At first, the Bloods appeared to be successful at repelling the Crips, but their rivals soon outpaced them in recruitment and dominated most of the 1970s gang warfare.  The Bloods are distinguished by the color red, which they adopted in opposition to the Crips’ blue.  Despite being outnumbered three to one by the Crips in the 1970s, the Bloods gained a reputation for being particular ruthless in their expansion and recruitment.  Gang membership was often forced upon some young men in an effort to withstand the larger Crips organization.

Much like their rivals, the Bloods organizational structure is best described as a loosely allied confederation of independent gangs or ‘sets’.  These sets often have their own unique hierarchies with preference typically given to older gang members (Original Gangsters or OGs).  The Bloods’ identification with other sets is perhaps best described not as an allegiance toward one another, but instead a mutual opposition toward the Crips.  Also, like the Crips, sets of Bloods are almost as likely to fight each other as they are the Crips or other gangs.

The Bloods expanded in the early 1980s when they became involved in the manufacture and distribution of crack cocaine. Some crack dealers were so successful that they could achieve previously unheard of levels of wealth reflected in luxury cars, expensive clothes, and opulent homes outside traditional gang territory.  It was this appeal that partially led to the great expansion of the Bloods throughout the 1980s and 1990s.
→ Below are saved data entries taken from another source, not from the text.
import { keepPreviousData, queryOptions } from '@tanstack/react-query';
import { getJson } from '@/lib/get-json';
import type { MomentAsk } from './ask-moment';
import type { MomentView } from './moment-types';

/** One half hour; the one before stays on the screen until the next has come. */
export function momentAsked(club: string, ask: MomentAsk) {
  return queryOptions({
    queryKey: ['moment', club, ask],
    queryFn: ({ signal }) => {
      const { step, ...rest } = ask;
      const query = new URLSearchParams({ ...rest, step: String(step) });
      return getJson<MomentView>(`/api/clubs/${club}/map/moment?${query}`, signal);
    },
    staleTime: 60_000,
    placeholderData: keepPreviousData,
  });
}
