import { DrawButton } from '@/features/draws/components/draw-button';
import { DrawResults } from '@/features/draws/components/draw-results';
import { EntryForm } from '@/features/draws/components/entry-form';
import { RunPanel } from '@/features/draws/components/run-panel';
import { readDraw } from '@/features/draws/reads';
import { DRAW_PAGE_WORDS as WORDS } from '@/features/draws/words/screens';
import { now } from '@/server/clock';
import { clubPage } from '@/server/doors';
import { Notice } from '@/ui/notices';
import { PageTitle, Section } from '@/ui/page-parts';
import {
  acceptSwapAction,
  cancelDrawAction,
  enterDrawAction,
  giveBackAction,
  leaveDrawAction,
  offerSwapAction,
  publishDrawAction,
  runDrawAction,
  stopDrawAction,
} from '../actions';

export const metadata = { title: WORDS.title };

export default clubPage('draws.enter', async ({ scope, params }) => {
  const { slug, name } = scope.club;
  const draw = await readDraw(scope, params.draw ?? '', now());
  const may = scope.can('draws.write');
  const atWork = draw.run?.atWork === true;
  const values = { drawId: draw.id };
  return (
    <>
      <PageTitle over={WORDS.over(name)} title={draw.title} lead={draw.stateText} />
      {draw.note !== '' && <p className="mb-4 max-w-2xl">{draw.note}</p>}
      {draw.state === 'cancelled' && <Notice>{WORDS.cancelled}</Notice>}
      {draw.mayEnter && (
        <Section title={WORDS.wishes} note={WORDS.yourPoints(draw.points)}>
          <EntryForm club={slug} draw={draw} enter={enterDrawAction} />
          {draw.hasEntered && (
            <div className="mt-4">
              <DrawButton
                club={slug}
                values={values}
                label={WORDS.leave}
                title={WORDS.leave}
                done={WORDS.left}
                look="quiet"
                act={leaveDrawAction}
              >
                {WORDS.leaveText}
              </DrawButton>
            </div>
          )}
        </Section>
      )}
      {may && (draw.state === 'open' || draw.state === 'drawn') && (
        <Section title={WORDS.admin}>
          <RunPanel key={draw.run?.id} club={slug} drawId={draw.id} initial={draw.run} stop={stopDrawAction} />
          {!atWork && (
            <div className="flex flex-wrap gap-3">
              {draw.state === 'drawn' && (
                <DrawButton
                  club={slug}
                  values={values}
                  label={WORDS.publish}
                  title={WORDS.publishTitle}
                  done={WORDS.published}
                  look="primary"
                  act={publishDrawAction}
                >
                  {WORDS.publishText}
                </DrawButton>
              )}
              {draw.mayMake && (
                <DrawButton
                  club={slug}
                  values={values}
                  label={draw.state === 'open' ? WORDS.make : WORDS.makeAgain}
                  title={WORDS.make}
                  done={WORDS.makeStarted}
                  look={draw.state === 'open' ? 'primary' : 'plain'}
                  act={runDrawAction}
                >
                  {WORDS.makeText}
                </DrawButton>
              )}
              <DrawButton
                club={slug}
                values={values}
                label={WORDS.callOff}
                title={WORDS.callOffTitle}
                done={WORDS.calledOff}
                look="quiet"
                danger
                act={cancelDrawAction}
              >
                {WORDS.callOffText}
              </DrawButton>
            </div>
          )}
        </Section>
      )}
      {draw.results && (
        <Section title={WORDS.given} note={[draw.fairText, draw.resultText].filter(Boolean).join(' ')}>
          {draw.results.map((slot) => (
            <Section
              key={slot.slot}
              level={3}
              title={WORDS.givenIn(slot.name)}
              note={slot.lines.length === 0 ? WORDS.nobodyWanted : undefined}
            >
              <DrawResults
                club={slug}
                draw={{ id: draw.id, published: draw.state === 'published' }}
                results={slot}
                offer={offerSwapAction}
                accept={acceptSwapAction}
                giveBack={giveBackAction}
              />
            </Section>
          ))}
        </Section>
      )}
      <Section title={WORDS.how} note={draw.pointText}>
        <p className="max-w-2xl">{WORDS.howText}</p>
        {draw.slots.length > 1 && <p className="mt-2 max-w-2xl">{WORDS.howMany}</p>}
        <p className="mt-2 text-ink-soft">
          {WORDS.seed} <span className="break-all">{draw.seed}</span>
        </p>
        <p className="mt-2">{draw.entered.length === 0 ? WORDS.nobody : WORDS.entered(draw.entered)}</p>
      </Section>
    </>
  );
});
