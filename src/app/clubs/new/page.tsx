import type { Metadata } from 'next';
import { PlainFrame } from '@/app/plain-frame';
import { ConfirmEmailNotice } from '@/features/accounts/components/confirm-email-notice';
import { StartClubForm } from '@/features/clubs/components/start-club-form';
import { NEW_PAGE_WORDS } from '@/features/clubs/words/pages';
import { accountPage } from '@/server/doors';
import { TextLink } from '@/ui/button';
import { PageTitle } from '@/ui/page-parts';
import { resendAction } from '../../(account)/verify/actions';
import { createClubAction } from './actions';

export const metadata: Metadata = { title: NEW_PAGE_WORDS.title };

export default accountPage(async ({ user }) => (
  <PlainFrame links={<TextLink href="/clubs">{NEW_PAGE_WORDS.yourClubs}</TextLink>}>
    <PageTitle title={NEW_PAGE_WORDS.title} lead={NEW_PAGE_WORDS.lead} />
    {user.emailVerifiedAt === null ? (
      <ConfirmEmailNotice email={user.email} action={resendAction} />
    ) : (
      <StartClubForm zones={Intl.supportedValuesOf('timeZone')} action={createClubAction} />
    )}
  </PlainFrame>
));
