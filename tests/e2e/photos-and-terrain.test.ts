import type { Browser } from 'playwright-core';
import sharp from 'sharp';
import { afterAll, beforeAll, expect, it } from 'vitest';
import { axeFindings, DESKTOP, keepPicture, launchBrowser, newVisitor, PHONE } from '../helpers/browser';
import { type ServedApp, serveApp } from '../helpers/serve-app';
import { signInDemo } from '../helpers/sign-in';

let app: ServedApp;
let browser: Browser;

beforeAll(async () => {
  app = await serveApp({ seed: true });
  browser = await launchBrowser();
});

afterAll(async () => {
  await browser?.close();
  await app?.stop();
});

async function photo(name: string, background: string) {
  const buffer = await sharp({ create: { width: 1200, height: 900, channels: 3, background } })
    .jpeg()
    .toBuffer();
  return { name, mimeType: 'image/jpeg', buffer };
}

it.each([
  ['phone', PHONE, 0],
  ['desktop', DESKTOP, 1],
] as const)(
  'a steward at %s size adds photos, and takes slope and drain off the terrain',
  async (size, viewport, nth) => {
    const { page, troubles, context } = await newVisitor(browser, app.url, viewport);
    await signInDemo(page, 'abel');
    await page.goto('/clubs/tansy-fork/stands');
    await page.locator('a[href^="/clubs/tansy-fork/stands/std_"]').nth(nth).click();
    await page.getByRole('heading', { name: 'Photos' }).waitFor();
    await page
      .getByLabel('Add photos')
      .setInputFiles([
        await photo('one.jpg', '#446633'),
        { name: 'not-one.jpg', mimeType: 'image/jpeg', buffer: Buffer.from('<html>') },
        await photo('two.jpg', '#664433'),
      ]);
    await page.getByRole('button', { name: 'Send' }).click();
    await page.getByText('2 photos are added').first().waitFor();
    await page.getByText('not-one.jpg: This is no photo that can be read').waitFor();
    // The browser itself reports the one that was refused.
    expect(troubles.splice(0).filter((text) => !text.includes('400'))).toEqual([]);
    const thumbs = page.getByRole('button', { name: /^Open Photo \d by/ });
    await expect.poll(() => thumbs.count()).toBe(2);
    expect(await axeFindings(page)).toEqual([]);
    await keepPicture(page, `photos-${size}`);
    await thumbs.first().click();
    await page.getByLabel('What it shows').fill('The way up');
    await page.getByRole('button', { name: 'Save' }).click();
    await page.getByRole('dialog', { name: 'The way up' }).waitFor();
    await keepPicture(page, `photo-open-${size}`);
    await page.getByRole('button', { name: 'Remove', exact: true }).click();
    await page.getByRole('button', { name: 'Remove the photo' }).click();
    await expect.poll(() => page.getByRole('button', { name: /^Open / }).count()).toBe(1);

    await page.getByRole('link', { name: 'Edit', exact: true }).click();
    await page.getByRole('button', { name: 'Read slope and drain off the terrain' }).click();
    await page.getByText('made-up hills').waitFor();
    expect(await axeFindings(page)).toEqual([]);
    await keepPicture(page, `slope-${size}`);
    await page.getByRole('button', { name: 'Take these' }).click();
    expect(await page.getByRole('textbox', { name: /^Slope/ }).inputValue()).toMatch(/^\d+$/);

    await page.goto('/clubs/tansy-fork/ground');
    await page.getByLabel('Contours').check();
    await page.getByText(/A contour every \d+ ft/).waitFor();
    await page.locator('.m-contour').first().waitFor({ state: 'attached' });
    await keepPicture(page, `contours-${size}`);
    expect(troubles).toEqual([]);
    await context.close();
  },
);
The tremendous wealth brought by crack also allowed the Bloods to expand out of Los Angeles and eventually eastward and northward.  In the early 1990s, the East Coast Bloods, known as the United Blood Nation, were founded in Rikers Island correctional facility in New York, and soon expanded throughout the entire east.  These Eastern sets, like the original West Coast Bloods, lack any allegiance to a central organizational structure.  In 2003, National Drug Intelligence Center estimated that there were somewhere between 15,000 and 20,000 members who affiliated themselves in some way with the Bloods gang.